Staatliche Garantien wirken sich aber, so die Studie, nicht nur auf die Risiken der Begünstigten aus, sondern auch auf die Risikowahl ihrer Konkurrenz. Sowohl theoretische Überlegungen als auch empirische Evidenz deuten darauf hin, dass nicht durch einen Bailout begünstigte Konkurrenten ihren Wettbewerbsnachteil durch das Eingehen höherer Risiken kompensieren. Daneben schaffen Bailouts Anreize zur Größe, Verflechtung und Intransparenz. Diese führen zu einer Ressourcenverschwendung in Form von Bemühungen der Banken, den Status  „too big to fail”,  „too complex to fail” oder  „too interconnected to fail” zu erwerben und dadurch unter den staatlichen Schutzschild zu gelangen.

Es ist daher beruhigend zu sehen, dass die Diskussion sich endlich hin zu einem europäischen Haircut bewegt. Letzte Woche kursierten Meldungen, nach denen sich Deutschland auf Griechenland-Pleite bereits vorbereite. Dies wurde zwar mittlerweile dementiert.

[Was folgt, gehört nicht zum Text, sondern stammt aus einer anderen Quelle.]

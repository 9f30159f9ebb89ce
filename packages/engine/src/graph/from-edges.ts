import { EngineError, SizeError } from '../errors';
import type { Family, GridLayout } from './family';
import { Graph } from './graph';
import { MAX_EDGES, MAX_VERTICES } from './limits';

/** Throws unless n is a whole number of vertices Cairn can hold. */
export function checkVertexCount(n: number, what = 'vertex count'): void {
  if (!Number.isInteger(n) || n < 0) throw new SizeError(`${what} must be a whole number >= 0, got ${n}`);
  if (n > MAX_VERTICES) throw new SizeError(`${what} ${n} is more than the ${MAX_VERTICES} vertices a graph may have`);
}

/**
 * Builds a simple graph on n vertices from an edge list given as pairs [u0, v0, u1, v1, ...].
 * Loops are dropped and parallel edges merged, so any list of pairs gives a simple graph; readers that
 * must report them do so before calling this.
 */
export function graphFromEdges(n: number, pairs: ArrayLike<number>, family?: Family, layout?: GridLayout): Graph {
  checkVertexCount(n);
  if (pairs.length % 2 !== 0) throw new EngineError('invalid_edges', 'the edge list must hold pairs of vertices');
  if (pairs.length / 2 > MAX_EDGES) throw new SizeError(`${pairs.length / 2} edges is more than the ${MAX_EDGES} a graph may have`);
  const degree = new Uint32Array(n + 1);
  for (let i = 0; i < pairs.length; i += 2) {
    const u = pairs[i]!;
    const v = pairs[i + 1]!;
    if (!(u >= 0 && u < n && v >= 0 && v < n) || !Number.isInteger(u) || !Number.isInteger(v)) {
      throw new EngineError('invalid_edges', `edge ${i / 2} (${u}, ${v}) names a vertex outside 0..${n - 1}`);
    }
    if (u === v) continue;
    degree[u]!++;
    degree[v]!++;
  }
  const offsets = new Uint32Array(n + 1);
  for (let v = 0; v < n; v++) offsets[v + 1] = offsets[v]! + degree[v]!;
  const fill = offsets.slice(0, n);
  const raw = new Uint32Array(offsets[n]!);
  for (let i = 0; i < pairs.length; i += 2) {
    const u = pairs[i]!;
    const v = pairs[i + 1]!;
    if (u === v) continue;
    raw[fill[u]!++] = v;
    raw[fill[v]!++] = u;
  }
  // Sort each adjacency run and squeeze out repeats.
  const out = new Uint32Array(raw.length);
  const compactOffsets = new Uint32Array(n + 1);
  let w = 0;
  for (let v = 0; v < n; v++) {
    const run = raw.subarray(offsets[v], offsets[v + 1]).sort();
    compactOffsets[v] = w;
    for (let i = 0; i < run.length; i++) {
      if (i === 0 || run[i] !== run[i - 1]) out[w++] = run[i]!;
    }
  }
  compactOffsets[n] = w;
  return new Graph(compactOffsets, w === out.length ? out : out.slice(0, w), family, layout);
}
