import type { Graph } from './graph';

/** True when g has no cycle: every component has one edge fewer than vertices. */
export function isForest(g: Graph): boolean {
  const n = g.vertexCount;
  if (g.edgeCount >= n) return false;
  const seen = new Uint8Array(n);
  const stack: number[] = [];
  let components = 0;
  for (let s = 0; s < n; s++) {
    if (seen[s]) continue;
    components++;
    seen[s] = 1;
    stack.push(s);
    while (stack.length) {
      for (const w of g.neighbours(stack.pop()!)) {
        if (!seen[w]) {
          seen[w] = 1;
          stack.push(w);
        }
      }
    }
  }
  return g.edgeCount === n - components;
}
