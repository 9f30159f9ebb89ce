/** Why a search stopped before its answer: the caller's signal, the time limit or the memory budget. */
export type StopReason = 'aborted' | 'time-limit' | 'memory-limit';

/** Thrown inside the search when the signal fires or the time runs out; caught at the top. */
export class SearchStopped extends Error {
  constructor(readonly reason: StopReason) {
    super(reason);
  }
}
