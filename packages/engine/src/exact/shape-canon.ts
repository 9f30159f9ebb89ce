import { Bitset } from '../graph/bitset';
import type { Graph } from '../graph/graph';

/** A vertex set of a grid shape seen in its canonical frame. */
export interface CanonicalShape {
  /** Dimensions in word 0, then the cells of the canonical bounding box, row-major. */
  key: Bitset;
  /** The canonical cell index of vertex v (v in the set). */
  toCanonical(v: number): number;
  /** The vertex of the set at canonical cell index i. */
  fromCanonical(i: number): number;
}

/**
 * Canonical forms of cell sets of a grid shape: translate to the bounding box and take the least of the
 * 8 symmetries of the square (DESIGN: "memoise on the shape's canonical form"). Two sets with the same
 * canonical form induce isomorphic subgraphs of the grid, so they have one tree-depth, and the search
 * decides each shape once wherever it appears. Only for graphs whose edges are exactly the side
 * adjacencies of their cells: grids, masks and staircases.
 */
export class ShapeCanon {
  private readonly row: Int32Array;
  private readonly col: Int32Array;
  private readonly vertexAt: Int32Array;
  private readonly cols: number;

  static applies(g: Graph): boolean {
    const kind = g.family?.kind;
    return g.layout !== undefined && (kind === 'grid' || kind === 'mask' || kind === 'staircase');
  }

  constructor(g: Graph) {
    const layout = g.layout!;
    this.cols = layout.cols;
    const n = g.vertexCount;
    this.row = new Int32Array(n);
    this.col = new Int32Array(n);
    this.vertexAt = new Int32Array(layout.rows * layout.cols).fill(-1);
    for (let v = 0; v < n; v++) {
      const cell = layout.cells[v]!;
      this.row[v] = Math.floor(cell / layout.cols);
      this.col[v] = cell % layout.cols;
      this.vertexAt[cell] = v;
    }
  }

  /** The first and last row and column of the cells of `members`. */
  private boundingBox(members: number[]): { r0: number; r1: number; c0: number; c1: number } {
    let r0 = Infinity;
    let r1 = -1;
    let c0 = Infinity;
    let c1 = -1;
    for (const v of members) {
      const r = this.row[v]!;
      const c = this.col[v]!;
      if (r < r0) r0 = r;
      if (r > r1) r1 = r;
      if (c < c0) c0 = c;
      if (c > c1) c1 = c;
    }
    return { r0, r1, c0, c1 };
  }

  /**
   * The maximal full rectangles inside a set's cells (every cell of the rectangle in the set), as
   * [height, width] pairs: the histogram-and-stack method, one pass over the bounding box per row.
   */
  fullRectangles(set: Bitset): [number, number][] {
    const { r0, r1, c0, c1 } = this.boundingBox(set.toArray());
    const w = c1 - c0 + 1;
    const heights = new Int32Array(w);
    const out: [number, number][] = [];
    const stack: number[] = [];
    for (let r = r0; r <= r1; r++) {
      for (let j = 0; j < w; j++) {
        const v = this.vertexAt[r * this.cols + c0 + j]!;
        heights[j] = v >= 0 && set.has(v) ? heights[j]! + 1 : 0;
      }
      stack.length = 0;
      for (let j = 0; j <= w; j++) {
        const h = j < w ? heights[j]! : 0;
        while (stack.length && heights[stack[stack.length - 1]!]! >= h) {
          const height = heights[stack.pop()!]!;
          const left = stack.length ? stack[stack.length - 1]! + 1 : 0;
          if (height > 0) out.push([height, j - left]);
        }
        stack.push(j);
      }
    }
    return out;
  }

  canonical(set: Bitset): CanonicalShape {
    const members = set.toArray();
    const { r0, r1, c0, c1 } = this.boundingBox(members);
    const h = r1 - r0 + 1;
    const w = c1 - c0 + 1;
    let best: Uint32Array | undefined;
    let bestT = 0;
    const words = (h * w + 31) >>> 5;
    for (let t = 0; t < 8; t++) {
      const [H, W] = t < 4 ? [h, w] : [w, h];
      const cand = new Uint32Array(1 + words);
      cand[0] = (H << 16) | W;
      for (const v of members) {
        const i = transformIndex(t, this.row[v]! - r0, this.col[v]! - c0, h, w);
        cand[1 + (i >>> 5)]! |= 1 << (i & 31);
      }
      if (!best || lessThan(cand, best)) {
        best = cand;
        bestT = t;
      }
    }
    const t = bestT;
    const key = new Bitset(32 * best!.length, best);
    const self = this;
    return {
      key,
      toCanonical: (v) => transformIndex(t, self.row[v]! - r0, self.col[v]! - c0, h, w),
      fromCanonical: (i) => {
        const W = t < 4 ? w : h;
        const cr = Math.floor(i / W);
        const cc = i % W;
        const [r, c] = inverse(t, cr, cc, h, w);
        return self.vertexAt[(r + r0) * self.cols + c + c0]!;
      },
    };
  }
}

/** Where cell (r, c) of an h x w box lands under symmetry t, as a row-major index in the new box. */
function transformIndex(t: number, r: number, c: number, h: number, w: number): number {
  switch (t) {
    case 0: return r * w + c;
    case 1: return r * w + (w - 1 - c);
    case 2: return (h - 1 - r) * w + c;
    case 3: return (h - 1 - r) * w + (w - 1 - c);
    case 4: return c * h + r;
    case 5: return c * h + (h - 1 - r);
    case 6: return (w - 1 - c) * h + r;
    default: return (w - 1 - c) * h + (h - 1 - r);
  }
}

/** The cell (r, c) of the h x w box that symmetry t sends to (cr, cc). */
function inverse(t: number, cr: number, cc: number, h: number, w: number): [number, number] {
  switch (t) {
    case 0: return [cr, cc];
    case 1: return [cr, w - 1 - cc];
    case 2: return [h - 1 - cr, cc];
    case 3: return [h - 1 - cr, w - 1 - cc];
    case 4: return [cc, cr];
    case 5: return [h - 1 - cc, cr];
    case 6: return [cc, w - 1 - cr];
    default: return [h - 1 - cc, w - 1 - cr];
  }
}

function lessThan(a: Uint32Array, b: Uint32Array): boolean {
  if (a.length !== b.length) return a.length < b.length;
  for (let i = 0; i < a.length; i++) if (a[i] !== b[i]) return a[i]! < b[i]!;
  return false;
}
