import type { Bitset } from '../graph/bitset';

/**
 * The cut vertices of the connected subgraph induced by `set`, by depth-first search with low points
 * (Hopcroft & Tarjan, "Efficient algorithms for graph manipulation", Comm. ACM 16, 1973), iterative and
 * on preallocated arrays. The search uses it to know, before removing a top v, whether set - v is still
 * one component (then it needs no component search).
 */
export class CutVertices {
  private readonly order: Int32Array;
  private readonly low: Int32Array;
  private readonly parent: Int32Array;
  private readonly edgeAt: Int32Array;
  private readonly stack: Int32Array;
  private readonly children: Int32Array;

  constructor(
    private readonly offsets: Uint32Array,
    private readonly targets: Uint32Array,
  ) {
    const n = offsets.length - 1;
    this.order = new Int32Array(n);
    this.low = new Int32Array(n);
    this.parent = new Int32Array(n);
    this.edgeAt = new Int32Array(n);
    this.stack = new Int32Array(n);
    this.children = new Int32Array(n);
  }

  /** The cut vertices of the (connected) set, added to `into` (a fresh set: searches nest). */
  find(set: Bitset, root: number, into: Bitset): Bitset {
    const { order, low, parent, edgeAt, stack, children, offsets, targets } = this;
    const words = set.words;
    for (let i = 0; i < words.length; i++) {
      let w = words[i]!;
      while (w !== 0) {
        const low1 = w & -w;
        w ^= low1;
        const v = (i << 5) + (31 - Math.clz32(low1));
        order[v] = -1;
        children[v] = 0;
      }
    }
    let time = 0;
    let top = 0;
    stack[top++] = root;
    order[root] = low[root] = time++;
    parent[root] = -1;
    edgeAt[root] = offsets[root]!;
    while (top > 0) {
      const v = stack[top - 1]!;
      const e = edgeAt[v]!;
      if (e < offsets[v + 1]!) {
        edgeAt[v] = e + 1;
        const u = targets[e]!;
        if ((words[u >>> 5]! & (1 << (u & 31))) === 0) continue;
        if (order[u] === -1) {
          order[u] = low[u] = time++;
          parent[u] = v;
          edgeAt[u] = offsets[u]!;
          children[v]!++;
          stack[top++] = u;
        } else if (u !== parent[v] && order[u]! < low[v]!) {
          low[v] = order[u]!;
        }
        continue;
      }
      top--;
      const p = parent[v]!;
      if (p >= 0) {
        if (low[v]! < low[p]!) low[p] = low[v]!;
        if (parent[p] !== -1 && low[v]! >= order[p]!) into.add(p);
      }
    }
    if (children[root]! > 1) into.add(root);
    return into;
  }
}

Natürlich fürchten, wie vor einem Jahr, deutsche Banken diesen Schuldenschnitt und weisen auf die Ansteckungseffekte hin (siehe zur der europäischen Schuldenverpflechtung diesen Beitrag mit interessanter Grafik bei Zero Hedge). Tatsächlich ist aber der europäische Schuldenschnitt unumgänglich, wenn sich die Fehlsteuerung nicht weiter verstärken soll.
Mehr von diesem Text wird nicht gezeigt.